▶ [EXERCISE]: Where does "await" appear in the data? Return each line that holds it.

(Data entries)
/* The running session's child, or NULL; the console owns it and ends it on the way out. */
struct console_pres *console_presenter(struct console *c);
/* Hands P to the console (replacing and destroying any earlier one). */
void console_set_presenter(struct console *c, struct console_pres *p);

/* ---- screens (each in its own file) ---- */
void console_welcome_push(struct console *c);
/* The set-up form; RESUME_ID (may be NULL) continues that stored session. */
void console_setup_push(struct console *c, const char *resume_id);
void console_blocks_push(struct console *c);
void console_live_push(struct console *c);
void console_sessions_push(struct console *c);
void console_results_push(struct console *c, const char *session_id);
void console_export_push(struct console *c, const char *session_id);
struct store_trial;
/* The forecast from N stored TRIALS of an M-choice session taken as a pilot (app/console/forecastview.c). */
void console_forecast_push(struct console *c, const struct store_trial *trials, size_t n, int m);
/* The rig editor for the profile at PATH (may be NULL: start empty); SIZE_DEG is the protocol's
 * stimulus size for the worked-out pixels (0: unknown). SAVED gets the written file's path. */
void console_rig_push(struct console *c, const char *path, double size_deg,
		      void (*saved)(struct console *c, void *ud, const char *path), void *ud);
/* The luminance calibration of the rig profile at RIG_PATH (refused, with a message, for the demo
 * rig); HEADLESS picks the no-display choice first. SAVED gets the path once the result is
 * written into the profile. */
void console_calibrate_push(struct console *c, const char *rig_path, bool headless,
			    void (*saved)(struct console *c, void *ud, const char *path), void *ud);
/* A scrollable list of LINES (the screen takes ownership of the array and its strings). */
void console_text_push(struct console *c, const char *title, char **lines, size_t n);
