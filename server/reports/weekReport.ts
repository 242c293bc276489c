/**
 * The week report of a shop. PLACEHOLDER on main while it is built on its own branch
 * (i11-report): the route, the PDF and the Monday mail call this signature.
 */
import type { Db } from '@/db';
import type { UnitPref } from '@/ingest/wire/people';
import type { ReadingPoint } from '@/ingest/wire/readings';
import type { WeekReport } from '@/ingest/wire/reports';

export interface WeekReportInput {
  shopId: string;
  /** The Monday, shop-local, YYYY-MM-DD. */
  start: string;
  unit: UnitPref;
  now: Date;
}

/** Null when the shop does not exist. */
export async function buildWeekReport(db: Db, input: WeekReportInput): Promise<WeekReport | null> {
  throw new Error(`week report not merged yet (${String(db !== undefined)} ${input.shopId})`);
}

/** Each zone's margin series over the report's week, as the history API answers it. */
export async function weekReportSeries(
  db: Db,
  report: WeekReport,
): Promise<Map<string, ReadingPoint[]>> {
  throw new Error(
    `week report series not merged yet (${String(db !== undefined)} ${report.shop.id})`,
  );
}
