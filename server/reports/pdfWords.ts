/**
 * The PDF's own phrasing of the week report's figures, in the reader's unit. Numbers go through
 * ingest/words' formatters (°C/°F, margins as differences); the times come in already written in
 * the shop's time zone by the caller, so these stay pure.
 */
import { ALARM_KINDS } from '@/ingest/alarmKinds';
import type { Level } from '@/ingest/wire/levels';
import type { UnitPref } from '@/ingest/wire/people';
import type {
  AlarmWeekFigures,
  LevelHours,
  MinMeanMax,
  TimeOfWetnessFigures,
} from '@/ingest/wire/reports';
import type { TowCategory } from '@/ingest/wetness';
import {
  ALARM_KIND_WORDS,
  LEVEL_WORDS,
  MISSING,
  formatPercent,
  formatTemperature,
} from '@/ingest/words';

/** Hours with one decimal: a 15 min gap cap makes finer steps meaningless. "12.5 h". */
export function hoursText(hours: number): string {
  return `${hours.toFixed(1)} h`;
}

/** "12 min", "2 h 05 min", "—". */
export function minutesText(minutes: number | null): string {
  if (minutes === null || !Number.isFinite(minutes)) return MISSING;
  const whole = Math.round(minutes);
  if (whole < 60) return `${whole} min`;
  return `${Math.floor(whole / 60)} h ${String(whole % 60).padStart(2, '0')} min`;
}

/** "8.1 °C / 12.3 °C / 17.0 °C" — lowest, time-weighted mean, highest. */
export function temperatureRangeText(values: MinMeanMax, unit: UnitPref): string {
  return [values.min, values.mean, values.max].map((v) => formatTemperature(v, unit)).join(' / ');
}

/** "55 % / 70 % / 88 %"; EMC takes one decimal ("9.8 %"). */
export function percentRangeText(values: MinMeanMax, digits = 0): string {
  return [values.min, values.mean, values.max].map((v) => formatPercent(v, digits)).join(' / ');
}

export const LEVEL_ORDER: readonly Level[] = ['dry', 'close', 'wet', 'unknown'];

/** "150.0 / 12.5 / 1.5 / 4.0 h" in the order dry / close / wet / unknown. */
export function levelHoursText(hours: LevelHours): string {
  return `${LEVEL_ORDER.map((level) => hours[level].toFixed(1)).join(' / ')} h`;
}

/** The worst level the zone spent any time in; unknown when it had no surface data at all. */
export function worstLevel(hours: LevelHours): Level {
  if (hours.wet > 0) return 'wet';
  if (hours.close > 0) return 'close';
  if (hours.dry > 0) return 'dry';
  return 'unknown';
}

/** ISO 9223:1992 writes its time-of-wetness categories τ1 … τ5. */
export function towCategoryText(category: TowCategory): string {
  return `τ${category.slice(1)}`;
}

/** "12.5 h; 650 h a year at this rate: ISO 9223 τ3 (from one week)". */
export function timeOfWetnessText(tow: TimeOfWetnessFigures): string {
  const week = hoursText(tow.hours);
  if (tow.annualHours === null || tow.category === null) return week;
  return `${week}; ${Math.round(tow.annualHours)} h a year at this rate: ISO 9223 ${towCategoryText(tow.category)} (from one week)`;
}

/** "3 opened (Dew risk 2, Wet surface 1)", "none". */
export function alarmsOpenedText(alarms: AlarmWeekFigures): string {
  if (alarms.opened === 0) return 'none';
  const kinds = ALARM_KINDS.filter((kind) => alarms.openedByKind[kind] > 0).map(
    (kind) => `${ALARM_KIND_WORDS[kind]} ${alarms.openedByKind[kind]}`,
  );
  return `${alarms.opened} opened (${kinds.join(', ')})`;
}

/** "12 min / 40 min; 1 not acknowledged". */
export function ackText(alarms: AlarmWeekFigures): string {
  if (alarms.opened === 0) return MISSING;
  const times = `${minutesText(alarms.medianAckMinutes)} / ${minutesText(alarms.longestAckMinutes)}`;
  return alarms.unacknowledged > 0 ? `${times}; ${alarms.unacknowledged} not acknowledged` : times;
}

/** The figures table's labels; each names its unit or its parts' order. */
export const PDF_LABELS = {
  coverage: 'Data coverage',
  air: 'Air min / mean / max',
  rh: 'RH min / mean / max',
  lowestMargin: 'Lowest dew margin',
  levelHours: `Hours ${LEVEL_ORDER.map((l) => LEVEL_WORDS[l].toLowerCase()).join(' / ')}`,
  timeOfWetness: 'Time of wetness',
  emc: 'Wood EMC min / mean / max',
  alarms: 'Alarms',
  ack: 'To acknowledge median / longest',
  silent: 'Silent periods',
  verdict: 'Verdict',
} as const;
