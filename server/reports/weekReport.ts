/**
 * The week report of a shop: figures from SQL aggregates (db/queries/reports.ts), words from
 * ingest/words/report.ts, in the wire shape (ingest/wire/reports.ts) that the JSON, the CSV, the
 * PDF and the Monday e-mail all start from.
 */
import type { Db } from '@/db';
import { querySeries } from '@/db/queries/readings';
import {
  alarmWeekFigures,
  reportShop,
  reportZones,
  zoneWeekFigures,
  type AlarmWeekRow,
} from '@/db/queries/reports';
import { ALARM_KINDS, type AlarmKind } from '@/ingest/alarmKinds';
import { weekBounds, type WeekFigures } from '@/ingest/reportWeek';
import { annualWetHours, towCategory, TOW_MAX_GAP_MS } from '@/ingest/wetness';
import type { UnitPref } from '@/ingest/wire/people';
import type { ReadingPoint } from '@/ingest/wire/readings';
import type { AlarmWeekFigures, WeekReport, ZoneWeekFigures } from '@/ingest/wire/reports';
import { shopVerdict, weekNote, zoneVerdict } from '@/ingest/words/report';
import { toReadingPoint } from '@/server/wire/readings';

const HOUR_MS = 3_600_000;
/** The chart points per zone: the same cap as the app's history chart. */
export const REPORT_SERIES_POINTS = 500;

export interface WeekReportInput {
  shopId: string;
  /** The Monday, shop-local, YYYY-MM-DD. */
  start: string;
  unit: UnitPref;
  now: Date;
}

type SqlFigures = Omit<WeekFigures, 'periodMs' | 'annualWetHours'>;

/** A zone that sent nothing in the period: no coverage, nulls, every hour unknown, silent. */
function emptyFigures(fromMs: number, endMs: number): SqlFigures {
  const none = { min: null, mean: null, max: null };
  return {
    readings: 0,
    coveredMs: 0,
    airC: none,
    rhPct: none,
    emcPct: none,
    lowestMargin: null,
    levelMs: { dry: 0, close: 0, wet: 0, unknown: endMs - fromMs },
    wetnessMs: 0,
    silentPeriods: endMs > fromMs ? [{ fromMs, toMs: endMs }] : [],
  };
}

function alarmFigures(row: AlarmWeekRow | undefined): AlarmWeekFigures {
  const openedByKind = Object.fromEntries(
    ALARM_KINDS.map((kind) => [kind, row?.openedByKind[kind] ?? 0]),
  ) as Record<AlarmKind, number>;
  return {
    opened: row?.opened ?? 0,
    openedByKind,
    acknowledged: row?.acknowledged ?? 0,
    medianAckMinutes: row?.medianAckMinutes ?? null,
    longestAckMinutes: row?.longestAckMinutes ?? null,
    unacknowledged: row?.unacknowledged ?? 0,
  };
}

const iso = (ms: number) => new Date(ms).toISOString();

/**
 * Zones per statement: a week of 1-minute data is ~10,000 rows a zone and one statement runs on
 * one core, so a shop's zones are split over a few connections that PostgreSQL runs side by
 * side (measured: 10 zones' week ~120 ms of CPU in one statement).
 */
const ZONES_PER_STATEMENT = 4;

async function figuresInParallel(
  db: Db,
  zoneIds: string[],
  period: Parameters<typeof zoneWeekFigures>[2],
) {
  const groups: string[][] = [];
  for (let i = 0; i < zoneIds.length; i += ZONES_PER_STATEMENT) {
    groups.push(zoneIds.slice(i, i + ZONES_PER_STATEMENT));
  }
  const parts = await Promise.all(groups.map((ids) => zoneWeekFigures(db, ids, period)));
  return new Map(parts.flatMap((part) => [...part]));
}

/** Null when the shop does not exist. */
export async function buildWeekReport(db: Db, input: WeekReportInput): Promise<WeekReport | null> {
  const shop = await reportShop(db, input.shopId);
  if (!shop) return null;
  const week = weekBounds(input.start, shop.timeZone);
  const nowMs = input.now.getTime();
  // The current week stops at the time of making; a future week would have no period at all.
  const endMs = Math.max(week.fromMs, Math.min(week.toMs, nowMs));
  const periodMs = endMs - week.fromMs;
  const zones = await reportZones(db, shop.id);
  const [figures, alarms] = await Promise.all([
    figuresInParallel(
      db,
      zones.map((z) => z.id),
      { fromMs: week.fromMs, endMs, maxGapMs: TOW_MAX_GAP_MS },
    ),
    alarmWeekFigures(db, shop.id, { fromMs: week.fromMs, endMs, nowMs }),
  ]);
  const alarmsByZone = new Map(alarms.zones.map((a) => [a.zoneId, a]));

  const zoneFigures = zones.map((zone): ZoneWeekFigures => {
    const f = figures.get(zone.id) ?? emptyFigures(week.fromMs, endMs);
    const annualHours = annualWetHours({ wetMs: f.wetnessMs, coveredMs: f.coveredMs });
    const withoutVerdict: Omit<ZoneWeekFigures, 'verdict'> = {
      zoneId: zone.id,
      name: zone.name,
      purpose: zone.purpose,
      readings: f.readings,
      coveragePct: periodMs > 0 ? (f.coveredMs / periodMs) * 100 : 0,
      airC: f.airC,
      rhPct: f.rhPct,
      emcPct: f.emcPct,
      lowestMargin: f.lowestMargin
        ? { marginK: f.lowestMargin.marginK, at: iso(f.lowestMargin.atMs) }
        : null,
      levelHours: {
        dry: f.levelMs.dry / HOUR_MS,
        close: f.levelMs.close / HOUR_MS,
        wet: f.levelMs.wet / HOUR_MS,
        unknown: f.levelMs.unknown / HOUR_MS,
      },
      timeOfWetness: {
        hours: f.wetnessMs / HOUR_MS,
        annualHours,
        category: annualHours === null ? null : towCategory(annualHours),
      },
      alarms: alarmFigures(alarmsByZone.get(zone.id)),
      silentPeriods: f.silentPeriods.map((p) => ({
        from: iso(p.fromMs),
        to: iso(p.toMs),
        hours: (p.toMs - p.fromMs) / HOUR_MS,
      })),
    };
    return { ...withoutVerdict, verdict: zoneVerdict(withoutVerdict, input.unit, shop.timeZone) };
  });

  // The shop's lowest margin: the lowest of any zone, the earlier one on a tie.
  const lowest = zoneFigures
    .filter((z) => z.lowestMargin !== null)
    .sort(
      (a, b) =>
        a.lowestMargin!.marginK - b.lowestMargin!.marginK ||
        a.lowestMargin!.at.localeCompare(b.lowestMargin!.at),
    )[0];
  const coveredMs = zoneFigures.reduce((sum, z) => sum + (z.coveragePct / 100) * periodMs, 0);
  const shopWide = {
    zones: zones.length,
    coveragePct:
      zones.length > 0 && periodMs > 0 ? (coveredMs / (zones.length * periodMs)) * 100 : 0,
    lowestMargin: lowest?.lowestMargin
      ? {
          zoneId: lowest.zoneId,
          zoneName: lowest.name,
          marginK: lowest.lowestMargin.marginK,
          at: lowest.lowestMargin.at,
        }
      : null,
    zonesWet: zoneFigures.filter((z) => z.levelHours.wet > 0).length,
    wetHours: zoneFigures.reduce((sum, z) => sum + z.levelHours.wet, 0),
    closeHours: zoneFigures.reduce((sum, z) => sum + z.levelHours.close, 0),
    alarmsOpened: alarms.shop.opened,
    medianAckMinutes: alarms.shop.medianAckMinutes,
    unacknowledged: alarms.shop.unacknowledged,
  };

  return {
    shop: { id: shop.id, name: shop.name, timeZone: shop.timeZone, paperSize: shop.paperSize },
    week: {
      start: week.start,
      from: iso(week.fromMs),
      to: iso(week.toMs),
      hours: week.hours,
      periodEnd: iso(endMs),
      note: weekNote(week.start, shop.timeZone),
    },
    unit: input.unit,
    generatedAt: input.now.toISOString(),
    shopWide: { ...shopWide, verdict: shopVerdict(shopWide, input.unit, shop.timeZone) },
    zones: zoneFigures,
  };
}

/**
 * Each zone's series over the report's week, as the app's history chart gets it (querySeries,
 * at most REPORT_SERIES_POINTS points): the PDF's small charts and the Report screen draw these.
 */
export async function weekReportSeries(
  db: Db,
  report: WeekReport,
): Promise<Map<string, ReadingPoint[]>> {
  const from = new Date(report.week.from);
  const to = new Date(report.week.periodEnd);
  const entries = await Promise.all(
    report.zones.map(async (zone) => {
      const series = await querySeries(db, {
        zoneId: zone.zoneId,
        from,
        to,
        points: REPORT_SERIES_POINTS,
      });
      return [zone.zoneId, series.rows.map(toReadingPoint)] as const;
    }),
  );
  return new Map(entries);
}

▶ [PROBLEM SOLUTION]:
  const parts = await Promise.all(groups.map((ids) => zoneWeekFigures(db, ids, period)));
  const shop = await reportShop(db, input.shopId);
  const zones = await reportZones(db, shop.id);
  const [figures, alarms] = await Promise.all([
  const entries = await Promise.all(
      const series = await querySeries(db, {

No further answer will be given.